## Your objective:
Wherever a line in the records contains the word "true", return that line.

[Data for this task Boundary: Start]

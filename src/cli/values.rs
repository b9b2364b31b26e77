//! Value parsers for numeric options, so a value out of range is refused by clap with the
//! option's name and the accepted range (exit 2), before any work starts.

/// Output points of a time course: at least 2 (the start and the end), at most
/// [`MAX_POINTS`] (each point is a row of every CSV and a vertex of every plot).
pub fn points(text: &str) -> Result<usize, String> {
    let n: usize = text
        .trim()
        .parse()
        .map_err(|_| format!("\"{text}\" is not a whole number; expected 2 to {MAX_POINTS}"))?;
    if !(2..=MAX_POINTS).contains(&n) {
        return Err(format!("{n} is outside 2 to {MAX_POINTS}"));
    }
    Ok(n)
}

/// `uncertainty --samples`: a whole number from 1 to [`MAX_SAMPLES`].
pub fn samples(text: &str) -> Result<usize, String> {
    let n: usize = text
        .trim()
        .parse()
        .map_err(|_| format!("\"{text}\" is not a whole number; expected 1 to {MAX_SAMPLES}"))?;
    if !(1..=MAX_SAMPLES).contains(&n) {
        return Err(format!("{n} is outside 1 to {MAX_SAMPLES}"));
    }
    Ok(n)
}

/// The most samples one uncertainty run may ask for, all shards together (each sample's
/// values and outputs are held until the run is written: about a kilobyte each).
pub const MAX_SAMPLES: usize = 1_000_000;

/// The most output points a time course may ask for (a CSV of about 100 MB for 50 species).
pub const MAX_POINTS: usize = 1_000_000;

/// A relative tolerance of the integrator: above 0 and at most 0.1 (a looser one follows
/// nothing), at least 1e-14 (tighter than double precision carries through a step).
pub fn rtol(text: &str) -> Result<f64, String> {
    let v: f64 = text
        .trim()
        .parse()
        .map_err(|_| format!("\"{text}\" is not a number; expected 1e-14 to 0.1"))?;
    if !(1e-14..=0.1).contains(&v) {
        return Err(format!("{v:e} is outside 1e-14 to 0.1"));
    }
    Ok(v)
}

/// A duration option (`--until`, `--window`, ...): a time with its unit, above zero.
pub fn duration(flag: &str, text: &str) -> photoledger::Result<f64> {
    use photoledger::Error;
    use photoledger::units::{self, Quantity};
    let t = units::parse(text, Quantity::Time)
        .map_err(|e| Error::Usage(format!("--{flag}: {e}; expected {}", Quantity::Time.accepted())))?;
    if t > 0.0 && t.is_finite() {
        Ok(t)
    } else {
        Err(Error::Usage(format!(
            "--{flag} \"{text}\": the duration must be positive, e.g. \"2 h\""
        )))
    }
}

/// A transmission coefficient κ: in (0, 1], as in a network file's `transmission` (tunnelling
/// enters apart, through `--tunnelling`).
pub fn transmission(text: &str) -> Result<f64, String> {
    let v: f64 = text
        .trim()
        .parse()
        .map_err(|_| format!("\"{text}\" is not a number; expected a value in (0, 1]"))?;
    if !(v > 0.0 && v <= 1.0) {
        return Err(format!("{v:e} is outside (0, 1]"));
    }
    Ok(v)
}

#[cfg(test)]
mod tests {
    use super::*;

    #[test]
    fn ranges_are_enforced_with_the_range_named() {
        assert_eq!(points("200"), Ok(200));
        assert!(points("0").unwrap_err().contains("2 to 1000000"));
        assert!(points("100000000").is_err());
        assert!(points("ten").is_err());
        assert_eq!(rtol("1e-6"), Ok(1e-6));
        assert!(rtol("10").unwrap_err().contains("1e-14 to 0.1"));
        assert!(rtol("0").is_err() && rtol("-1e-6").is_err() && rtol("nan").is_err());
        assert_eq!(transmission("0.5"), Ok(0.5));
        assert!(transmission("1e308").is_err() && transmission("0").is_err() && transmission("-1").is_err());
    }
}
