//! `photoledger compare A.toml B.toml ... --data DATA... [--free A.toml:KEY,KEY ...] [--set KEY=VALUE]
//! [--scale-errors] [--out DIR] [--json]`.

use super::Exit;
use super::fit::{Limits, fit_one, not_converged, read_data};
use super::output::{out, outln};
use photoledger::Error;
use photoledger::file::folder::Folder;
use photoledger::fit::mechanism::FitOptions;
use photoledger::fit::run;
use photoledger::report::fit::{self as rf, Ranked};
use photoledger::report::write_atomic;
use std::path::PathBuf;

/// Options of `compare`.
#[derive(clap::Args, Debug)]
pub struct CompareArgs {
    /// The rival network files (two or more).
    #[arg(required = true, num_args = 2..)]
    pub files: Vec<PathBuf>,
    /// Data: time-course CSV files or experiments TOML files (repeatable).
    #[arg(long, required = true, num_args = 1.., value_name = "FILE")]
    pub data: Vec<PathBuf>,
    /// Free parameters of one network, FILE:KEY,KEY (repeatable; default: each file's [fit] free list).
    #[arg(long, value_name = "FILE:KEYS")]
    pub free: Vec<String>,
    /// Overrides applied to every network compared (each must have the key), e.g. the
    /// conditions of the experiments (repeatable).
    #[command(flatten)]
    pub set: super::SetArgs,
    #[command(flatten)]
    pub output: super::Outputs,
    /// Number of starts per network.
    #[arg(long, default_value_t = 1, allow_negative_numbers = true)]
    pub starts: usize,
    /// Seed of the random starts.
    #[arg(long, default_value_t = 1, allow_negative_numbers = true)]
    pub seed: u64,
    #[command(flatten)]
    pub limits: Limits,
}

pub fn run(a: &CompareArgs) -> photoledger::Result<Exit> {
    let experiments = read_data(&a.data)?;
    let opts = a.limits.apply(FitOptions {
        starts: a.starts.max(1),
        seed: a.seed,
        ..FitOptions::default()
    })?;
    for f in &a.free {
        let Some((file, _)) = f.rsplit_once(".toml:") else {
            return Err(Error::Usage(format!("--free {f}: expected FILE.toml:KEY,KEY")));
        };
        if !a
            .files
            .iter()
            .any(|p| p.display().to_string() == format!("{file}.toml"))
        {
            return Err(Error::Usage(format!(
                "--free {f}: {file}.toml is not one of the networks compared"
            )));
        }
    }
    let mut fits = Vec::new();
    let mut species: Vec<String> = Vec::new();
    for file in &a.files {
        let name = file.display().to_string();
        let free: Vec<String> = a
            .free
            .iter()
            .filter_map(|f| f.strip_prefix(&format!("{name}:")))
            .flat_map(|k| k.split(',').map(|s| s.trim().to_string()))
            .collect();
        let (loaded, fitted) =
            fit_one(file, &a.set, &free, &experiments, &opts).map_err(|e| run::named_error(&name, e))?;
        // Species keep the colours of the first network's order in the plot.
        if species.is_empty() {
            species = loaded.species_names();
        }
        fits.push((name, fitted));
    }
    let cmp = run::Comparison::new(fits, &experiments);
    let ranked: Vec<Ranked> = cmp
        .ranked()
        .into_iter()
        .map(|(network, f, weight)| Ranked {
            network: network.to_string(),
            fit: f.result.clone(),
            weight,
        })
        .collect();
    let disagreement = cmp.ranking.disagreement.as_deref();
    let text = rf::compare_text(&ranked, disagreement);
    let json = rf::compare_json(&ranked, disagreement);
    let models: Vec<(String, Vec<_>)> = cmp
        .ranked()
        .into_iter()
        .map(|(n, f, _)| (n.to_string(), f.curves.clone()))
        .collect();
    let dir = a.output.dir(&a.files[0], "compare");
    let folder = Folder::begin(&dir)?;
    write_atomic(&folder.join("ranking.txt"), text.as_bytes())?;
    write_atomic(
        &folder.join("ranking.json"),
        serde_json::to_string_pretty(&json).unwrap_or_default().as_bytes(),
    )?;
    write_atomic(
        &folder.join("fits.svg"),
        rf::data_svg("data and each network's fit", &experiments, &species, &models).as_bytes(),
    )?;
    folder.commit()?;
    if a.output.json {
        outln!("{}", serde_json::to_string_pretty(&json).unwrap_or_default())?;
    } else {
        out!("{text}")?;
        outln!("wrote {}/ (ranking.txt, ranking.json, fits.svg)", dir.display())?;
    }
    let mut code = Exit::Success;
    for r in &ranked {
        if not_converged(&r.network, &r.fit) != Exit::Success {
            code = Exit::StoppedAtLimit;
        }
    }
    Ok(code)
}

[Data for this task Boundary: End]

## Solution to the problem:
    #[arg(required = true, num_args = 2..)]
    #[arg(long, required = true, num_args = 1.., value_name = "FILE")]
    #[arg(long, default_value_t = 1, allow_negative_numbers = true)]
    #[arg(long, default_value_t = 1, allow_negative_numbers = true)]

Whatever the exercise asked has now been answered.